Resarch Topics

Artificial design of useful viral genome

Recent advances in artificial DNA synthesis technology have made it possible to inexpensively and easily synthesize genes. Since most RNA virus genomes consist of several thousand bases, artificial DNA synthesis technology can be used to design new viral genomes. This is expected to control the virulence of RNA viruses.

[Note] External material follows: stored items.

package ingest

import (
	"fmt"
	"math"
	"slices"
)

// angleUnit is the outcome of telling degrees from radians.
type angleUnit uint8

const (
	angleUnknown angleUnit = iota
	angleDegrees
	angleRadians
)

func (u angleUnit) dim() string {
	switch u {
	case angleDegrees:
		return "°"
	case angleRadians:
		return "rad"
	}
	return ""
}

// short is the unit as --units takes it.
func (u angleUnit) short() string {
	if u == angleRadians {
		return "rad"
	}
	return "deg"
}

// phaseUnit tells the unit of phase values from the values alone. Beyond π they
// are degrees. Else the slope of ln|Z| decides: where the impedance is of
// minimum phase, Bode's relation gives
//
//	φ ≈ 90° · d ln|Z| / d ln ω
//
// (H. W. Bode, Network Analysis and Feedback Amplifier Design, 1945, ch. XIV;
// here from memory), so the values' regression on 90° times the slope is near 1
// for degrees and near π/180 for radians. The answer is angleUnknown where the
// slope is too small (a resistor) or the factor fits neither. The relation holds
// for |Z| and its phase and for |Y| and its phase alike.
func phaseUnit(freq, mag, phase []float64) (angleUnit, string) {
	if v := largest(phase); v > beyondPi {
		return angleDegrees, fmt.Sprintf("values up to %.4g exceed π", v)
	}
	s := slopeFactor(freq, mag, phase)
	k := s.factor
	unit := s.unit()
	switch {
	case unit == angleDegrees:
		return unit, fmt.Sprintf("the slope of ln|Z| agrees (factor %.2f)", k)
	case unit == angleRadians:
		return unit, fmt.Sprintf("the slope of ln|Z| agrees (factor %.2f)", k*180/math.Pi)
	case s.pairs < 3 || s.predicted < 3:
		return angleUnknown, "the magnitude changes too little to tell"
	case !(s.agreement >= leastAgreement):
		return angleUnknown, "the phase does not follow the slope of ln|Z|"
	}
	return angleUnknown, fmt.Sprintf("the slope of ln|Z| fits neither (factor %.3g)", k)
}

// beyondPi is where an angle can no longer be in radians; a little above π, for
// rounding.
const beyondPi = 1.001 * math.Pi

func largest(v []float64) float64 {
	m := 0.0
	for _, x := range v {
		m = max(m, math.Abs(x))
	}
	return m
}

// The factors that are taken for agreement: capacitors, inductors and beads over
// a few decades give 0.8 to 1.1 (see the test), resonances between two points and
// short sweeps somewhat more.
const (
	leastFactor    = 0.6
	mostFactor     = 1.5
	leastAgreement = 0.8
)

// slopePoints are enough to tell a factor of 57.
const slopePoints = 64

// thinned returns the indices of about slopePoints of the values in ascending
// order, evenly spread, the first and the last among them. They are appended to
// out.
func thinned(v []float64, out []int) []int {
	var order []int // nil while the values stand in order
	if !slices.IsSorted(v) {
		order = sortedOrder(v)
	}
	at := func(i int) int {
		if order != nil {
			return order[i]
		}
		return i
	}
	step := max(1, (len(v)+slopePoints-1)/slopePoints)
	for i := 0; i < len(v)-1; i += step {
		out = append(out, at(i))
	}
	if len(v) > 0 {
		out = append(out, at(len(v)-1))
	}
	return out
}

// slope is how a phase follows the slope of the magnitude.
type slope struct {
	factor    float64 // of the regression
	predicted float64 // rms of 90° times the slope, degrees
	agreement float64 // 0 … 1, the cosine between the two
	pairs     int     // of points
}

// unit is the unit in which the phase would follow the slope.
func (s slope) unit() angleUnit {
	k := s.factor
	switch {
	case s.pairs < 3 || s.predicted < 3 || !(s.agreement >= leastAgreement):
		return angleUnknown
	case leastFactor <= k && k <= mostFactor:
		return angleDegrees
	case leastFactor <= k*180/math.Pi && k*180/math.Pi <= mostFactor:
		return angleRadians
	}
	return angleUnknown
}

// gainsays reports whether there is evidence enough to doubt what a header says:
// a fair agreement over many points, or a very good one over the few spot
// frequencies of a hand-held meter.
func (s slope) gainsays() bool {
	if s.predicted < 3 {
		return false
	}
	return s.pairs >= 8 && s.agreement >= leastAgreement || s.pairs >= 3 && s.agreement >= 0.99
}

// slopeFactor is the regression through the origin of phase on 90°·slope, over
// pairs of points at least 5 % apart in frequency, thinned.
func slopeFactor(freq, mag, phase []float64) slope {
	var sxy, sxx, syy float64
	n := 0
	j := 0
	var few [slopePoints + 1]int
	order := thinned(freq, few[:0])
	for _, i := range order {
		a := order[j]
		if !(freq[i] > 1.05*freq[a]) {
			continue
		}
		j++
		for j < len(order) && freq[i] > 1.05*freq[order[j]] {
			j++
		}
		a = order[j-1]
		if !(freq[a] > 0) || !(mag[a] > 0) || !(mag[i] > 0) {
			continue
		}
		x := 90 * math.Log(mag[i]/mag[a]) / math.Log(freq[i]/freq[a])
		y := (phase[i] + phase[a]) / 2
		if math.IsNaN(x) || math.IsInf(x, 0) || math.Abs(x) > 200 {
			continue // a resonance within the step: no slope
		}
		sxy += x * y
		sxx += x * x
		syy += y * y
		n++
	}
	if n == 0 || sxx == 0 || syy == 0 {
		return slope{pairs: n}
	}
	return slope{factor: sxy / sxx, predicted: math.Sqrt(sxx / float64(n)), agreement: math.Abs(sxy) / math.Sqrt(sxx*syy), pairs: n}
}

However, replacing the gene sequences of the viral genome with completely different sequences is not possible, and there are many limitations to maintaining the infectivity of RNA viruses during viral genome design. For example, a large-scale substitution of genome sequence that would significantly alter the consensus sequence results in the loss of viral infectivity. Therefore, we are researching to clarify the limiting factors in the design of the viral genome and to overcome them.

We have been able to modify the cucumber mosaic virus (CMV), one of the representative plant RNA viruses. Introducing large-scale synonymous substitutions in the CMV genome results in less viral accumulation than the wild-type CMV. When these large-scale synonymously substituted mutants were passaged in the host plant, one or two amino acid mutations occurred in the coat protein, and the virus accumulation was restored (Mochizuki et al. 2018). By using these amino acid mutations in the coat protein, the infectivity of the CMV can be maintained even if the CMV genome is modified, making it possible to design a completely new CMV genome. Currently, we are artificially manipulating the GC content of the CMV genome to analyze its impact on the virulence of CMV.